- Work task
Gather all lines from the material that contain the word "cases".

- Supplied entries
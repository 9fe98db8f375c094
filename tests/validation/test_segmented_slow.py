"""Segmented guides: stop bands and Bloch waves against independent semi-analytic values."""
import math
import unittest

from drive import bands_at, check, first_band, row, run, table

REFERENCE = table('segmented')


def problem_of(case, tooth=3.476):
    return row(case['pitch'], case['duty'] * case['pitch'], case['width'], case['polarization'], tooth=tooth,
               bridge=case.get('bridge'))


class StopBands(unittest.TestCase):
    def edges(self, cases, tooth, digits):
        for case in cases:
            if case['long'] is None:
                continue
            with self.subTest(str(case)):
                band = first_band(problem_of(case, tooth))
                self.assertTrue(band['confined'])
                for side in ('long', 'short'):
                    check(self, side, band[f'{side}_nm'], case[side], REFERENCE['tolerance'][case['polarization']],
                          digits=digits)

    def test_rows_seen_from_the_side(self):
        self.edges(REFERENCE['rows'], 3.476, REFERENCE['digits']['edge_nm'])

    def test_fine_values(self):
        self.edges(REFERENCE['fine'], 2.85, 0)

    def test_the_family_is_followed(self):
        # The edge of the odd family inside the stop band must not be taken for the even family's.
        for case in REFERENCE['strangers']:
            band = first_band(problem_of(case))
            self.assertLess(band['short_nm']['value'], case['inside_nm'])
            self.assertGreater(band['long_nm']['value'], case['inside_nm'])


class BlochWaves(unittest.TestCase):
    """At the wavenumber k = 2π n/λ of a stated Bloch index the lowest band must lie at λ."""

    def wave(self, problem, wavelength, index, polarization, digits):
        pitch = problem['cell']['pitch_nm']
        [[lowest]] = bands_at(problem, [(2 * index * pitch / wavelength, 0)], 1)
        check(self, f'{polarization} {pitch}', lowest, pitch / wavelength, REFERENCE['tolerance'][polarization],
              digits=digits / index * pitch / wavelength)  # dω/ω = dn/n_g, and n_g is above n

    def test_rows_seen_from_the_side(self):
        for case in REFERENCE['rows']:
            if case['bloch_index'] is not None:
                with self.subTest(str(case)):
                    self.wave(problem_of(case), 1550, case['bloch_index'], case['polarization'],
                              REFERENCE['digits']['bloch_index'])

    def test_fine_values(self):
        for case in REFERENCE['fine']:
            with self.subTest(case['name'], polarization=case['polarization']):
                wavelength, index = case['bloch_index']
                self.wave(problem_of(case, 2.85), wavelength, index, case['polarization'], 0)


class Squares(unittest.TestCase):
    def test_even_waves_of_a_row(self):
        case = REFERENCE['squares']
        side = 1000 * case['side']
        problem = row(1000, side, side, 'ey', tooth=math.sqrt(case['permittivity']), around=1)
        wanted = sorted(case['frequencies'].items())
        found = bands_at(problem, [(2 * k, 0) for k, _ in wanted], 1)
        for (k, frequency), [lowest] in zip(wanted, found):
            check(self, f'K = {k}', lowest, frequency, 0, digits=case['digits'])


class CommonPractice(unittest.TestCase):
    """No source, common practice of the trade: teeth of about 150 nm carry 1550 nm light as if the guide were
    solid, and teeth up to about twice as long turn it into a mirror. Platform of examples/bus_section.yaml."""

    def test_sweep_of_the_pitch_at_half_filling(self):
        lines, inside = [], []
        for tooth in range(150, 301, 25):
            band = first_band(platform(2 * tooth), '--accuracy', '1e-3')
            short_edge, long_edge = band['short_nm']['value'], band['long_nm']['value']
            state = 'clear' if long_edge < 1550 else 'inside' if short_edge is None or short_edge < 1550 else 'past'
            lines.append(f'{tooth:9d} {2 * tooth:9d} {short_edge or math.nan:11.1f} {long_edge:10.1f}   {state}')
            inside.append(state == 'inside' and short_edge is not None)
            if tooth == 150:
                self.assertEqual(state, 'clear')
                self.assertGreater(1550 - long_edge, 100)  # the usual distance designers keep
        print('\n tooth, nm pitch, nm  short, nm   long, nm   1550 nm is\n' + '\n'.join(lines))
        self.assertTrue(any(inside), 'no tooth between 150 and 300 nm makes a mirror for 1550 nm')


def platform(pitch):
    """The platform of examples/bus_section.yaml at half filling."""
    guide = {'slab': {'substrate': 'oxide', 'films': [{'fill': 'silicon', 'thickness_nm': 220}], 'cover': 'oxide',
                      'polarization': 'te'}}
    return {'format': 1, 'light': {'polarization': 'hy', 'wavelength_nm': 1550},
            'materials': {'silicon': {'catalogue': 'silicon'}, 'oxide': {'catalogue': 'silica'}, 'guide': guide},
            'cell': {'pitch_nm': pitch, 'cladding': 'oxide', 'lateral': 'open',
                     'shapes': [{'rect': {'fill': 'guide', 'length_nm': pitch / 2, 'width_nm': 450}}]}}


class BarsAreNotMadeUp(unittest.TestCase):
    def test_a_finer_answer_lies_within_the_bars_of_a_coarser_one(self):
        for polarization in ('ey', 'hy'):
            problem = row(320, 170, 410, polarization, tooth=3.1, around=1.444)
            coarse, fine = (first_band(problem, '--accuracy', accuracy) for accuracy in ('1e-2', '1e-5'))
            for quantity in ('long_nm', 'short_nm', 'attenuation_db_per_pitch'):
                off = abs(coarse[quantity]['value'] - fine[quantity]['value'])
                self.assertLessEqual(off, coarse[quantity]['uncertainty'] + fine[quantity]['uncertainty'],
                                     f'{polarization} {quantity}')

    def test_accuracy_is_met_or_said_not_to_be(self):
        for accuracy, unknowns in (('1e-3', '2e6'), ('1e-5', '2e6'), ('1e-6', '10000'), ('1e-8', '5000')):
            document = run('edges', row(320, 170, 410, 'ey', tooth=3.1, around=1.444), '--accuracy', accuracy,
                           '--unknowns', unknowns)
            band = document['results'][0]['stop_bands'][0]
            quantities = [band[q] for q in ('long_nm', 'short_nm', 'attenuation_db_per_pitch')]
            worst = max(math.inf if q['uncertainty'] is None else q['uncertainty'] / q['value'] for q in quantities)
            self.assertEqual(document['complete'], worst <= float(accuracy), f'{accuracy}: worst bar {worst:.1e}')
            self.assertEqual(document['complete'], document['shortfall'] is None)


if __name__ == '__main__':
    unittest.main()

--

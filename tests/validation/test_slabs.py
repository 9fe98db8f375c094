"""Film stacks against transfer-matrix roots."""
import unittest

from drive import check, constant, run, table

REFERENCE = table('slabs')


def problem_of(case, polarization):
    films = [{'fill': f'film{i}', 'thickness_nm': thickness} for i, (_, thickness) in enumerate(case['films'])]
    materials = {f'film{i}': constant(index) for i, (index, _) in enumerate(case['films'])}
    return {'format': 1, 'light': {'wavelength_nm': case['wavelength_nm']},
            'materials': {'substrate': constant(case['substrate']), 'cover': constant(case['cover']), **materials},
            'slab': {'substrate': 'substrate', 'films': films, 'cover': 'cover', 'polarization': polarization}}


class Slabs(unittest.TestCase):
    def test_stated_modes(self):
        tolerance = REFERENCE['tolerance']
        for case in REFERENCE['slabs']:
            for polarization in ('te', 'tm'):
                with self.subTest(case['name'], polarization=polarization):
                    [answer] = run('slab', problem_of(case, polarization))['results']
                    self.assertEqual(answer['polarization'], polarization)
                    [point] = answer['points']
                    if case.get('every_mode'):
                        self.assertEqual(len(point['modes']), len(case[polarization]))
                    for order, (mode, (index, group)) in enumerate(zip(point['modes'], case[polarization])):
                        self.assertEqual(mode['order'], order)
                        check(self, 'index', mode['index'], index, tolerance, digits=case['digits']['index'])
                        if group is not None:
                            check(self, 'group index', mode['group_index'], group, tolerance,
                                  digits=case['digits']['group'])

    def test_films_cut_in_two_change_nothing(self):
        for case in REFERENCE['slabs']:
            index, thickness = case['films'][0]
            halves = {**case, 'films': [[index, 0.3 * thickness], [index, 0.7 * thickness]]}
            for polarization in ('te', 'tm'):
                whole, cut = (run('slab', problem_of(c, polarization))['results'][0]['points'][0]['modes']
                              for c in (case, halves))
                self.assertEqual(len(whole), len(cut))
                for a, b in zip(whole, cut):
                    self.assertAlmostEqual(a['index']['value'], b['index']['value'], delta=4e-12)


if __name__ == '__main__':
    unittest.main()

- Reply
    def edges(self, cases, tooth, digits):
        for case in cases:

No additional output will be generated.